Source data =>
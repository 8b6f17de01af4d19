//! `kcohort stats`: the statistics of kcohort-stats on a researcher's own table.
//!
//! Each subcommand reads the columns it names from one CSV or Parquet file
//! ([`table_input`]), turns them into the plain slices and structs kcohort-stats takes, and prints
//! the result as a text table or as JSON ([`report`]). Data go to stdout; notes (rows dropped) go
//! to stderr.

mod control_chart;
mod cox;
mod cumulative_incidence;
mod follow_up;
mod funnel;
mod grouping;
mod kaplan_meier;
mod proportion;
mod rate;
mod rate_ratio;
mod report;
mod risk_ratio;
mod standardize;
mod table_input;

use anyhow::Context;
use clap::{Args, Subcommand};
use kcohort_stats::ConfidenceLevel;
use report::Format;
use std::path::PathBuf;
use table_input::Table;

#[derive(Debug, Args)]
#[command(
    after_long_help = "Each subcommand reads the columns you name from one CSV file (header row, \
UTF-8) or Parquet file and prints estimates with confidence intervals and tests, as a text table or as \
JSON (--format json). A missing value (empty cell, NA, or Parquet null) in a used column is an error \
naming its line, unless --drop-missing is given."
)]
pub struct StatsArgs {
    #[command(subcommand)]
    pub command: StatsCommand,
}

#[derive(Debug, Subcommand)]
pub enum StatsCommand {
    /// Proportion x/n with a Wilson score or Clopper–Pearson exact interval, overall or by group.
    Proportion(proportion::ProportionArgs),
    /// Event rate per person-time with the exact Poisson (Garwood) interval, overall or by group.
    Rate(rate::RateArgs),
    /// Rate ratio (Wald-log and exact conditional) and rate difference of each group vs a reference.
    RateRatio(rate_ratio::RateRatioArgs),
    /// Risk ratio, risk difference and odds ratio from one row per subject; Mantel–Haenszel over strata.
    RiskRatio(risk_ratio::RiskRatioArgs),
    /// Kaplan–Meier survival with medians and intervals; the log-rank test when grouped.
    Km(kaplan_meier::KaplanMeierArgs),
    /// Cumulative incidence of competing events (Aalen–Johansen); Gray's test when grouped.
    Cif(cumulative_incidence::CumulativeIncidenceArgs),
    /// Cox proportional-hazards regression (Efron or Breslow ties, strata, late entry, clusters).
    Cox(cox::CoxArgs),
    /// Shewhart p- or u-chart (optionally Laney p′/u′) with run-rule signals, one row per period.
    ControlChart(control_chart::ControlChartArgs),
    /// Funnel-plot limits for comparing units (wards, hospitals) against a target, one row per unit.
    Funnel(funnel::FunnelArgs),
    /// Directly standardised rate (e.g. by age band) with a Fay–Feuer or Dobson interval.
    Standardize(standardize::StandardizeArgs),
}

/// The input options every subcommand takes.
#[derive(Debug, Args)]
pub struct InputArgs {
    /// Table to read: a .csv file with a header row (UTF-8) or a .parquet file.
    #[arg(long, value_name = "FILE")]
    pub input: PathBuf,
    /// Output: a text table for reading, or JSON with every number as a number.
    #[arg(long, value_enum, default_value_t = Format::Table)]
    pub format: Format,
    /// Confidence level of the intervals, strictly between 0 and 1.
    #[arg(long, default_value_t = 0.95, value_name = "LEVEL")]
    pub level: f64,
    /// Leave out rows with a missing value in a used column, and say on stderr how many were left
    /// out. Without it, a missing value is an error naming its line.
    #[arg(long)]
    pub drop_missing: bool,
}

impl InputArgs {
    pub fn level(&self) -> anyhow::Result<ConfidenceLevel> {
        ConfidenceLevel::new(self.level).context("--level")
    }

    /// Reads the named columns of the input file.
    pub fn read(&self, columns: &[&str]) -> anyhow::Result<Table> {
        table_input::read(&self.input, columns, self.drop_missing)
    }
}

pub fn run(args: StatsArgs) -> anyhow::Result<()> {
    let (report, format) = match &args.command {
        StatsCommand::Proportion(a) => (proportion::run(a)?, a.input.format),
        StatsCommand::Rate(a) => (rate::run(a)?, a.input.format),
        StatsCommand::RateRatio(a) => (rate_ratio::run(a)?, a.input.format),
        StatsCommand::RiskRatio(a) => (risk_ratio::run(a)?, a.input.format),
        StatsCommand::Km(a) => (kaplan_meier::run(a)?, a.input.format),
        StatsCommand::Cif(a) => (cumulative_incidence::run(a)?, a.input.format),
        StatsCommand::Cox(a) => (cox::run(a)?, a.input.format),
        StatsCommand::ControlChart(a) => (control_chart::run(a)?, a.input.format),
        StatsCommand::Funnel(a) => (funnel::run(a)?, a.input.format),
        StatsCommand::Standardize(a) => (standardize::run(a)?, a.input.format),
    };
    if let Some(note) = &report.note {
        eprintln!("{note}");
    }
    let mut stdout = std::io::BufWriter::new(std::io::stdout().lock());
    match report.write(format, &mut stdout) {
        // A reader that stops early (`| head`) has all it wanted.
        Err(e) if e.kind() == std::io::ErrorKind::BrokenPipe => Ok(()),
        other => other.context("cannot write the output to stdout"),
    }
}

Task goal => Repeat only the stretch of lines that begins at the line containing "Err(e) if e.kind()" and ends at the last line above, both included.

Answer to this exercise =>
        Err(e) if e.kind() == std::io::ErrorKind::BrokenPipe => Ok(()),
        other => other.context("cannot write the output to stdout"),
    }
}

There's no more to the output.